◆ WHAT THIS TASK INVOLVES ◆
Only the lines below, from the one with "if self._last_own is" through the one with "return self._last_own[1]", are to be written out, exactly.

◆ EXCERPTED DATA ◆

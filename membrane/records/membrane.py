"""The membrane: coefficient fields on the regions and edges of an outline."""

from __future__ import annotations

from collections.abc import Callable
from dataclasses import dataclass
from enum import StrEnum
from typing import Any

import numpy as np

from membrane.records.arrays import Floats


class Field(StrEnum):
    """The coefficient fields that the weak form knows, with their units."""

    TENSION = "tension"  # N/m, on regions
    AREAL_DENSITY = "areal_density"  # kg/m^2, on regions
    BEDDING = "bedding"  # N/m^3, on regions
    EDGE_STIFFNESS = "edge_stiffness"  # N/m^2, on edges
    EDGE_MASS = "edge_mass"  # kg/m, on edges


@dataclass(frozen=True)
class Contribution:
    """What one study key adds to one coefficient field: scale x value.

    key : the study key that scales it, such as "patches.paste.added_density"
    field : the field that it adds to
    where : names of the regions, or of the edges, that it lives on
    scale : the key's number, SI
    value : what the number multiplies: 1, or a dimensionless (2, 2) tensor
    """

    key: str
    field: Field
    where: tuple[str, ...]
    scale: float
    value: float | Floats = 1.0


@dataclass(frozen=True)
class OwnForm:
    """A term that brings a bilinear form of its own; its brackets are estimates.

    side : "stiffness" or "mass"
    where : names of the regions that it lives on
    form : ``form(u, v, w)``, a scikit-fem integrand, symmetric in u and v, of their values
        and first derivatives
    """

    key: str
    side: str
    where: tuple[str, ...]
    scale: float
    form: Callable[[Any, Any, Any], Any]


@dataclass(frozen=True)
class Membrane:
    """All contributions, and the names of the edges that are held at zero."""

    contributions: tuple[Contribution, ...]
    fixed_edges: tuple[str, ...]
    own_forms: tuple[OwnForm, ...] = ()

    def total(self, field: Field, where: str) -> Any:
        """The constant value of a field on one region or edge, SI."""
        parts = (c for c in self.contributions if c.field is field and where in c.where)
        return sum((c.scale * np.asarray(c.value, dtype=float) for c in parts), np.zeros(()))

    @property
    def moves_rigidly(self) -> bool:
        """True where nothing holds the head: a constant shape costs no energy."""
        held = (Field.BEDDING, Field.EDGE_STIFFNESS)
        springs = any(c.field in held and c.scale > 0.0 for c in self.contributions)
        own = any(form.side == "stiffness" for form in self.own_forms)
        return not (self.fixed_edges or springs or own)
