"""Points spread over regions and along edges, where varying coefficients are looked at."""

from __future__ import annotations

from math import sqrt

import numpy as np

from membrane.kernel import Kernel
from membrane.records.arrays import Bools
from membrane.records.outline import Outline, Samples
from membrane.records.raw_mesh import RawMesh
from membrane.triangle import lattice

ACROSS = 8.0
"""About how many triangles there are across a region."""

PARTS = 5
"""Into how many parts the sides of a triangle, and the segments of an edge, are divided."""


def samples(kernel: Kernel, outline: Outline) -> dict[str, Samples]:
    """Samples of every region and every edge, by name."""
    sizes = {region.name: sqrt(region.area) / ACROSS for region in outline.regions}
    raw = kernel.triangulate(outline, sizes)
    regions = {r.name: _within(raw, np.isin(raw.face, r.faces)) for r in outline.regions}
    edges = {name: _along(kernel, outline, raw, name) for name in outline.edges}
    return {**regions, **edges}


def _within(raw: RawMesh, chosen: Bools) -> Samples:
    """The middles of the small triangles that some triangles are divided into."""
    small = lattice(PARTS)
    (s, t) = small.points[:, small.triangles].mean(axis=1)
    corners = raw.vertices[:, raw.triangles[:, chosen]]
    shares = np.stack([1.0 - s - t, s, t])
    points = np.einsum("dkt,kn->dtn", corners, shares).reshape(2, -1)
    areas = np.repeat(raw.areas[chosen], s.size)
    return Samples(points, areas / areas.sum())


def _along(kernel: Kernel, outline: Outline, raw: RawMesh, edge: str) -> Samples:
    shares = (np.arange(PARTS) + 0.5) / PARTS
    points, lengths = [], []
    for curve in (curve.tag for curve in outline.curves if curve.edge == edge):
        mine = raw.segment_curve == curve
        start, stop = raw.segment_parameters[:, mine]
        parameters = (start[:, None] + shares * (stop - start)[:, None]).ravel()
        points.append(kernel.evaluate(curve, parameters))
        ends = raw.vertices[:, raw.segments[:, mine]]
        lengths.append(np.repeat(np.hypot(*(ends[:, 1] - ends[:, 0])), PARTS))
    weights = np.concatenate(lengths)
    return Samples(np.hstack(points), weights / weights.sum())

* * *

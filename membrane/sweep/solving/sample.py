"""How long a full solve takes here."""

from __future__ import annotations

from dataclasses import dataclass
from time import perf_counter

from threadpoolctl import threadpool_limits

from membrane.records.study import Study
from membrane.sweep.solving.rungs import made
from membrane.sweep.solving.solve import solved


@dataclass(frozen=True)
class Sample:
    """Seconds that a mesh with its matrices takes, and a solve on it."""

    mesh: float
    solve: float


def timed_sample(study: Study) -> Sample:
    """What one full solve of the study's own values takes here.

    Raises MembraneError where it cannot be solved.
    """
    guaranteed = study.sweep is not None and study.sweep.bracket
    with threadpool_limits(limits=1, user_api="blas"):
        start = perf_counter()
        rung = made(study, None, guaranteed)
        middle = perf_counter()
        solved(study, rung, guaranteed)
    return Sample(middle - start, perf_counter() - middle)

...

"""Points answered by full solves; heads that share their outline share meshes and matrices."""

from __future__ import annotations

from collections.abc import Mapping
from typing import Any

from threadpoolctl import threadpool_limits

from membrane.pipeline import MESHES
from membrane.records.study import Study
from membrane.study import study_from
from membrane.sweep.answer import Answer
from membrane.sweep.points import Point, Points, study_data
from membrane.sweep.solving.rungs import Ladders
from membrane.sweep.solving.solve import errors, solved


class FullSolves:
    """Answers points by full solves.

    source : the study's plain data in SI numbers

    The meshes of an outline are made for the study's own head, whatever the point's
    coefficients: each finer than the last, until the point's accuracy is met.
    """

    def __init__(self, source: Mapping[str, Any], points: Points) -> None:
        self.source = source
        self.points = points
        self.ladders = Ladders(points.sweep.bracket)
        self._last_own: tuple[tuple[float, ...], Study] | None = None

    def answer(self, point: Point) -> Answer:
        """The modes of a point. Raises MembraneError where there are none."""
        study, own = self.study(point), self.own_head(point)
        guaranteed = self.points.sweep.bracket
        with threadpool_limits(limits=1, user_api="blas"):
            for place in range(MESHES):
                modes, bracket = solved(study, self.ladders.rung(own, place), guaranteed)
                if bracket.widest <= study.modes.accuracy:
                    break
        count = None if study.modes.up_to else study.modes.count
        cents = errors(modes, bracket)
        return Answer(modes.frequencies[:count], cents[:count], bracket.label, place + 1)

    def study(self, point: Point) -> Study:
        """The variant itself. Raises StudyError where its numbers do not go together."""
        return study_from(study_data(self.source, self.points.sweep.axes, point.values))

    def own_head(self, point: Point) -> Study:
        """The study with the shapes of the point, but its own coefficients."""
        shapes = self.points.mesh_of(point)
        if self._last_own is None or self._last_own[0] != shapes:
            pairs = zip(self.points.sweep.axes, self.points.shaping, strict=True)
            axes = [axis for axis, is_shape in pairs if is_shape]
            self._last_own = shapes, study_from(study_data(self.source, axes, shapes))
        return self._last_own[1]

◆ TASK SOLUTION ◆
        if self._last_own is None or self._last_own[0] != shapes:
            pairs = zip(self.points.sweep.axes, self.points.shaping, strict=True)
            axes = [axis for axis, is_shape in pairs if is_shape]
            self._last_own = shapes, study_from(study_data(self.source, axes, shapes))
        return self._last_own[1]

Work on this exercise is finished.